WORK TO BE COMPLETED: Every line of the entries below from the one containing "with named series." to the one containing "black and organic", both ends included, must be written out exactly. No other line belongs in the answer.

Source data
● ● ●

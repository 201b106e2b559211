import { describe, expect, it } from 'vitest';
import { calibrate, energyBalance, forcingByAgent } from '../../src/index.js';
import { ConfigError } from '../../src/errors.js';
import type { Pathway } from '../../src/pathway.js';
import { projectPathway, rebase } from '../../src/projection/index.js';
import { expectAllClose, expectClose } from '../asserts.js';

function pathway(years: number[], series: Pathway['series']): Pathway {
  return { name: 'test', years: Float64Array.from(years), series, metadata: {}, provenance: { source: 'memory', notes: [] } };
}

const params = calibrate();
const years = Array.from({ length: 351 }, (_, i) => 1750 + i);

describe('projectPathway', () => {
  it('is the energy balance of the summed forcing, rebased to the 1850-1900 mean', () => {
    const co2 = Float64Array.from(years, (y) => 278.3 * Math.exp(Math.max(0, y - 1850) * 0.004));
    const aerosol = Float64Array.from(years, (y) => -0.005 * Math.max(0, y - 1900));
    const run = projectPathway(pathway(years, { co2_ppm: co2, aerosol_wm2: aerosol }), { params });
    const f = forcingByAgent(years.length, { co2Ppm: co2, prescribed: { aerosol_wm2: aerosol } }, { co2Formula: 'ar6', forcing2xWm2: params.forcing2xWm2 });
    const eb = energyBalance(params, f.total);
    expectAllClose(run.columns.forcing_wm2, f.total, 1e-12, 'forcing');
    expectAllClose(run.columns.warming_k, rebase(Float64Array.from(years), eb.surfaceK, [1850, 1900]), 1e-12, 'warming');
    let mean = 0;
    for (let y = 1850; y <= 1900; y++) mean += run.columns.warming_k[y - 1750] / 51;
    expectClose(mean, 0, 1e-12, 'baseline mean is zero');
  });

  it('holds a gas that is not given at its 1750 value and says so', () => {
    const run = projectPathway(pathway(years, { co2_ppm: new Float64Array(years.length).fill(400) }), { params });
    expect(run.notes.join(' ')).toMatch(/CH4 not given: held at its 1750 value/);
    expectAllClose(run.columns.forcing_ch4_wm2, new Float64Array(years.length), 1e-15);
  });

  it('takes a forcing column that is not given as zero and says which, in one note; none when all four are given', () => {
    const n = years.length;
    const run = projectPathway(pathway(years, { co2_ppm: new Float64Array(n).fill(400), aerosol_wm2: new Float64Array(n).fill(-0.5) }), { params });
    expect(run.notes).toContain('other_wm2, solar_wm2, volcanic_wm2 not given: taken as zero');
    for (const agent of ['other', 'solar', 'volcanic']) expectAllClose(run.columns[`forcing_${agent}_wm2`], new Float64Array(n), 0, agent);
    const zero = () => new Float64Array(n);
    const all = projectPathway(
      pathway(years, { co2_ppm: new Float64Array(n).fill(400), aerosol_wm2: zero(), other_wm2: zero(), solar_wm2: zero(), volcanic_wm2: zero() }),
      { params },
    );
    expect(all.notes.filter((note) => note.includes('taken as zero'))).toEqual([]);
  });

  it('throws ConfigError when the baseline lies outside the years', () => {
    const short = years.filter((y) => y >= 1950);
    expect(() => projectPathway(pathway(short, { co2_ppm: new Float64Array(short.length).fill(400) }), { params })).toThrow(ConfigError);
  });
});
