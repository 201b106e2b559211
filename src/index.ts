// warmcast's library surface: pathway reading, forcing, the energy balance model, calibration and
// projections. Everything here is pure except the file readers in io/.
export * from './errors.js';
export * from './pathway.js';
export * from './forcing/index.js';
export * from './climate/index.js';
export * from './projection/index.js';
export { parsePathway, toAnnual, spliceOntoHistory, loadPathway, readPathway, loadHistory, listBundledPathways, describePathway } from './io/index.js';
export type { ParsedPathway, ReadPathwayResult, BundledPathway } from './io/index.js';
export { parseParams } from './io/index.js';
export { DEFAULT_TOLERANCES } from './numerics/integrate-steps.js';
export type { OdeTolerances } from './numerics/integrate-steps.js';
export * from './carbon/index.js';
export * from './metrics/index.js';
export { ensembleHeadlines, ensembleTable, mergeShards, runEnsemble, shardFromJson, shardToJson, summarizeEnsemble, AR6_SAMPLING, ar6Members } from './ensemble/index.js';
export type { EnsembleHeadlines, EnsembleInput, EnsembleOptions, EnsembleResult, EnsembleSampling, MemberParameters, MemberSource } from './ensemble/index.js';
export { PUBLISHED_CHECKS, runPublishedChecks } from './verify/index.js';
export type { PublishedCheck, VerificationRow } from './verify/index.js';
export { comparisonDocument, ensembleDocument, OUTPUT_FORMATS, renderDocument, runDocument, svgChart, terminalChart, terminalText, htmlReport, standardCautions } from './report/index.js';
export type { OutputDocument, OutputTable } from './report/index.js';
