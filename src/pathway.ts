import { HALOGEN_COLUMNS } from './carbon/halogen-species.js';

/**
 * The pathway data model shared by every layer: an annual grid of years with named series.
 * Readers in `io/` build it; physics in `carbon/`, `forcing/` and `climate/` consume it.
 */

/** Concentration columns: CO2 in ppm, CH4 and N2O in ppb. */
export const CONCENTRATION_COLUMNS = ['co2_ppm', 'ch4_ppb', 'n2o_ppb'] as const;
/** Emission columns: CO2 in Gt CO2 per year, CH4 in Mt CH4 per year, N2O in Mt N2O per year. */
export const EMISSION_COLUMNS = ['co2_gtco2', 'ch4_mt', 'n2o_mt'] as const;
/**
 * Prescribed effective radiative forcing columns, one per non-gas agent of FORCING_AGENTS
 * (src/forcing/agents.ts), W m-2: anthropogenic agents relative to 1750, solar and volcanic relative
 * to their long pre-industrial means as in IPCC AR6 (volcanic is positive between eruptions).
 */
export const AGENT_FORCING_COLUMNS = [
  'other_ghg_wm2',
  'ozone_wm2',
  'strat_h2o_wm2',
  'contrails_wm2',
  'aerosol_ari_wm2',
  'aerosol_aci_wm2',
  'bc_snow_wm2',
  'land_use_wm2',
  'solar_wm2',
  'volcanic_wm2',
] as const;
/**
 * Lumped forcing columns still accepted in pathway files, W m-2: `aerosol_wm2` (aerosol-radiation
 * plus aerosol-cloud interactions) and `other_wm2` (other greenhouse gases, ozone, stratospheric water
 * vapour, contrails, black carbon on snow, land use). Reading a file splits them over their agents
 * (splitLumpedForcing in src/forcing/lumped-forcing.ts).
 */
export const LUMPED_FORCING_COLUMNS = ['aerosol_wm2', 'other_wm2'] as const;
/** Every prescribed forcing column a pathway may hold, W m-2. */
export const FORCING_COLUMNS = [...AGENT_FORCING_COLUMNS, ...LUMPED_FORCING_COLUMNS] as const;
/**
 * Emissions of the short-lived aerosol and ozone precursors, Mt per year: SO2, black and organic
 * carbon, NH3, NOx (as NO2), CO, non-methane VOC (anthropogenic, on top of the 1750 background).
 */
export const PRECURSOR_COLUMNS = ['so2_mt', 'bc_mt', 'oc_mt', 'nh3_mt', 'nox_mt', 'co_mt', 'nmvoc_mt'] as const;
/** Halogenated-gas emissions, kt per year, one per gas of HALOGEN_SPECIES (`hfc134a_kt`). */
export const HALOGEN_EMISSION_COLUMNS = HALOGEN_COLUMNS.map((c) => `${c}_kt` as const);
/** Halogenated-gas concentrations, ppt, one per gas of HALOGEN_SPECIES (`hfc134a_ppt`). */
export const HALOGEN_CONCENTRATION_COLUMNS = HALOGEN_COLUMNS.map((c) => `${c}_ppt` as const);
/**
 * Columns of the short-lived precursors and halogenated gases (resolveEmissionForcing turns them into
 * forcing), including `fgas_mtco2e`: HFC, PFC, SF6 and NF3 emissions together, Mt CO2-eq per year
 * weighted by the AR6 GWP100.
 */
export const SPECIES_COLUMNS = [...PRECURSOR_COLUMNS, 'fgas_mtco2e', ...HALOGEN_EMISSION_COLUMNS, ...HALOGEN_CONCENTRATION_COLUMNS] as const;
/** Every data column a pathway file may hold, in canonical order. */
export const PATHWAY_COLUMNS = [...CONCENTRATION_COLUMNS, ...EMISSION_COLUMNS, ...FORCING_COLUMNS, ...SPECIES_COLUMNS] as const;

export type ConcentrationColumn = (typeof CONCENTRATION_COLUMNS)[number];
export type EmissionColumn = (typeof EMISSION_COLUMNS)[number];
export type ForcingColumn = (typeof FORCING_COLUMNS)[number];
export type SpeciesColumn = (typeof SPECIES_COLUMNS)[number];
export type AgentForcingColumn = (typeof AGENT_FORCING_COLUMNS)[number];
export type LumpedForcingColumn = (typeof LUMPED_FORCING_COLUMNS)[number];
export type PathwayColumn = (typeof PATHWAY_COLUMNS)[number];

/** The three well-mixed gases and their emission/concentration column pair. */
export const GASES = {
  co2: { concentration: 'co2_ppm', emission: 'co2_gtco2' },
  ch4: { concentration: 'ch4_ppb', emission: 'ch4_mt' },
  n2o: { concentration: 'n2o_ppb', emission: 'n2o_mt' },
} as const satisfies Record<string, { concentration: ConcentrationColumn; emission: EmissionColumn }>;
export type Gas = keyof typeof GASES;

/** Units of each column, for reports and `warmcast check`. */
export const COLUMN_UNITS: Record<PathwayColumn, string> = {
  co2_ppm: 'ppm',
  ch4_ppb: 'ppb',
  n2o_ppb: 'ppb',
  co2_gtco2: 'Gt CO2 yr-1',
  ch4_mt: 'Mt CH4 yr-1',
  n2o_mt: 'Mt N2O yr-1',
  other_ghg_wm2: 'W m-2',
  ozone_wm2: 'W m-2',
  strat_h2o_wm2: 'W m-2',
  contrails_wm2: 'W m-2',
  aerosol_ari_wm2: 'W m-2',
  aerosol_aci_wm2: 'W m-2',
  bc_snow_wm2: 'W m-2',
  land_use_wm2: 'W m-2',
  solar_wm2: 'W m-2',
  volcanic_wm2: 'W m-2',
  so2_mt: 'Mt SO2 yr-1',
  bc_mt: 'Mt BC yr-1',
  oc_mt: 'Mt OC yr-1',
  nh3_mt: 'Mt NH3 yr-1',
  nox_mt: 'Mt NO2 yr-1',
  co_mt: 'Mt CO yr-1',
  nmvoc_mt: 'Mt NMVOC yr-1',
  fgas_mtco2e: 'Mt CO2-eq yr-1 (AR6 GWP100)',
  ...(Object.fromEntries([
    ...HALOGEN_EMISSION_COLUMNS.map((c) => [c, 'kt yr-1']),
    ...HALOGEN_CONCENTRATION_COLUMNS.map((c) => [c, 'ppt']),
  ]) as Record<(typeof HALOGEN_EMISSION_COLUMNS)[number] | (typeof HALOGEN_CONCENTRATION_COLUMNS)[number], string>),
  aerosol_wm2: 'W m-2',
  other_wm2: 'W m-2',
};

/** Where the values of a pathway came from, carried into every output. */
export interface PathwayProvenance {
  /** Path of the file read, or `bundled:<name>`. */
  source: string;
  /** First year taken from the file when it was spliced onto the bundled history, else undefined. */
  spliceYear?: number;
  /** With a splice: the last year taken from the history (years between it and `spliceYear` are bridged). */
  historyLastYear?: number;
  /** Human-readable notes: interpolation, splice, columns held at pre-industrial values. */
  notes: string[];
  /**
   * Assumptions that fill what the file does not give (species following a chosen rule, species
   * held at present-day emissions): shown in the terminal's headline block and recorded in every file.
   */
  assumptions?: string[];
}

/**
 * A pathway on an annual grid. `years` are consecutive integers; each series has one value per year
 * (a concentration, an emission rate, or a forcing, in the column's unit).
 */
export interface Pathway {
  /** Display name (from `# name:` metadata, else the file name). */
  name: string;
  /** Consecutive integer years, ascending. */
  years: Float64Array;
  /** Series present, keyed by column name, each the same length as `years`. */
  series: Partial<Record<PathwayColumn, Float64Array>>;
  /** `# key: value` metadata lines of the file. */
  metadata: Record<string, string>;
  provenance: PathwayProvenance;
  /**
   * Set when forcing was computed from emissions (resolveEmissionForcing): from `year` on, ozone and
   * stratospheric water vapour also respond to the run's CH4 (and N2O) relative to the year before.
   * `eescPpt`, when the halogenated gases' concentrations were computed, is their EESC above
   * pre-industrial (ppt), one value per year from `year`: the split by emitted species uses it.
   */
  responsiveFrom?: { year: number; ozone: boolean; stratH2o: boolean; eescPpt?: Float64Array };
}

● ● ●

TASK SOLUTION:
 * The pathway data model shared by every layer: an annual grid of years with named series.
 * Readers in `io/` build it; physics in `carbon/`, `forcing/` and `climate/` consume it.
 */

/** Concentration columns: CO2 in ppm, CH4 and N2O in ppb. */
export const CONCENTRATION_COLUMNS = ['co2_ppm', 'ch4_ppb', 'n2o_ppb'] as const;
/** Emission columns: CO2 in Gt CO2 per year, CH4 in Mt CH4 per year, N2O in Mt N2O per year. */
export const EMISSION_COLUMNS = ['co2_gtco2', 'ch4_mt', 'n2o_mt'] as const;
/**
 * Prescribed effective radiative forcing columns, one per non-gas agent of FORCING_AGENTS
 * (src/forcing/agents.ts), W m-2: anthropogenic agents relative to 1750, solar and volcanic relative
 * to their long pre-industrial means as in IPCC AR6 (volcanic is positive between eruptions).
 */
export const AGENT_FORCING_COLUMNS = [
  'other_ghg_wm2',
  'ozone_wm2',
  'strat_h2o_wm2',
  'contrails_wm2',
  'aerosol_ari_wm2',
  'aerosol_aci_wm2',
  'bc_snow_wm2',
  'land_use_wm2',
  'solar_wm2',
  'volcanic_wm2',
] as const;
/**
 * Lumped forcing columns still accepted in pathway files, W m-2: `aerosol_wm2` (aerosol-radiation
 * plus aerosol-cloud interactions) and `other_wm2` (other greenhouse gases, ozone, stratospheric water
 * vapour, contrails, black carbon on snow, land use). Reading a file splits them over their agents
 * (splitLumpedForcing in src/forcing/lumped-forcing.ts).
 */
export const LUMPED_FORCING_COLUMNS = ['aerosol_wm2', 'other_wm2'] as const;
/** Every prescribed forcing column a pathway may hold, W m-2. */
export const FORCING_COLUMNS = [...AGENT_FORCING_COLUMNS, ...LUMPED_FORCING_COLUMNS] as const;
/**
 * Emissions of the short-lived aerosol and ozone precursors, Mt per year: SO2, black and organic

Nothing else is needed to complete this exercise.